When you re-use a cassette the fabric light seal will eventually become worn to the point where it lets in light. The chances of this happening can be reduced by putting the l;oaded cassette into a light tight container as soon as it is loaded, loading the camera quickly and putting it back in the container as soon as it is out of the camera.

Also, watch out for grit in the light trap.

'30 meter (400') rolls' - 30 m is about 100 ft.


----------



## unpopular (Dec 15, 2012)

Newbies and their shovels!


----------



## timor (Dec 15, 2012)

chris said:


> '30 meter (400') rolls' - 30 m is about 100 ft.


But he is right that 35mm movie stock comes in 400' rolls, about 121.9 m. or 1000'.


----------



## timor (Dec 15, 2012)

unpopular said:


> Newbies and their shovels!


Not everyone was born in Montana.


----------



## unpopular (Dec 15, 2012)

Huh? Neither was I. I'm not even local at all. Just moved here a couple years ago.


----------



## timor (Dec 15, 2012)

unpopular said:


> Huh? Neither was I. I'm not even local at all. Just moved here a couple years ago.


Just joking, I consider Montana the last sanctuary of film photography.


----------



## unpopular (Dec 15, 2012)

OH! LOL. No. I stopped shooting film, extremely reluctantly, about five years ago. Just got to be cost prohibitive.


----------



## gsgary (Dec 15, 2012)

unpopular said:


> OH! LOL. No. I stopped shooting film, extremely reluctantly, about five years ago. Just got to be cost prohibitive.



Its very cheap to shoot film if you do it at home


----------



## unpopular (Dec 15, 2012)

I've always primarily shot color, though - and I've never had much of an interest in the darkroom, so I'd need to get a scanner, and I'm not going to go cheap on that.
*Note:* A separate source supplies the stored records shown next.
package observe

import (
	"strings"
	"testing"

	"github.com/google/go-cmp/cmp"
)

func fourRows(t *testing.T) *Table {
	t.Helper()
	table, err := Read(strings.NewReader("x,y,n,place\n1,5,3,a\n2,6,4,b\n3,7,5,a\n4,8,-1,b\n5,9,7,a\n"), "t.csv", Request{Response: "n", Kind: Count, Keep: []string{"place"}})
	if err != nil {
		t.Fatal(err)
	}
	return table
}

// TestTableOnly: rows of another value are gone as if they had never been, those set aside before stay.
func TestTableOnly(t *testing.T) {
	table := fourRows(t)
	table.Only("place", "a")
	x, _ := table.XY()
	if diff := cmp.Diff([]float64{1, 3, 5}, x); diff != "" || table.Column("n").Number[2] != 7 || len(table.Column("place").Level) != 1 || len(table.Aside) != 1 {
		t.Errorf("%s %+v", diff, table)
	}
	table.Only("place", "nowhere")
	if table.Len() != 0 || len(table.Geometry) != 0 {
		t.Errorf("%d rows are left", table.Len())
	}
}

// TestSetAside: rows go among those that were set aside, in the order of the file.
func TestSetAside(t *testing.T) {
	table := fourRows(t)
	table.SetAside([]int{3, 1}, "height", "missing-layer", "the layer has no value there")
	x, _ := table.XY()
	var rows []int32
	for _, a := range table.Aside {
		rows = append(rows, a.Row)
	}
	if diff := cmp.Diff([]float64{1, 3}, x) + cmp.Diff([]int32{2, 4, 5}, rows); diff != "" || table.Aside[0].Reason != "the layer has no value there" {
		t.Errorf("%s %+v", diff, table.Aside)
	}
}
Also, if i shoot film, I'd also not mess with 35mm. I have ZERO interest in 35mm anymore.


----------



## timor (Dec 16, 2012)

unpopular said:


> OH! LOL. No. I stopped shooting film, extremely reluctantly, about five years ago. Just got to be cost prohibitive.


In _professional_ sens for shure, for me as an amateur, where the final product is high quality FB print, not so much. And there is also "fun factor".


----------



## Jhorneva (Dec 18, 2012)

A quick check of ebay shows a number of bulk loaders for under $20.  The main thing you need to do is keep the felt guides in the cartridges clean.  Otherwise you'll get scratches on the film when you load it.  A can of compressed air works well to blow them out. Then put the loaded film cartridges into the used (but clean) film canisters or plastic bags.


----------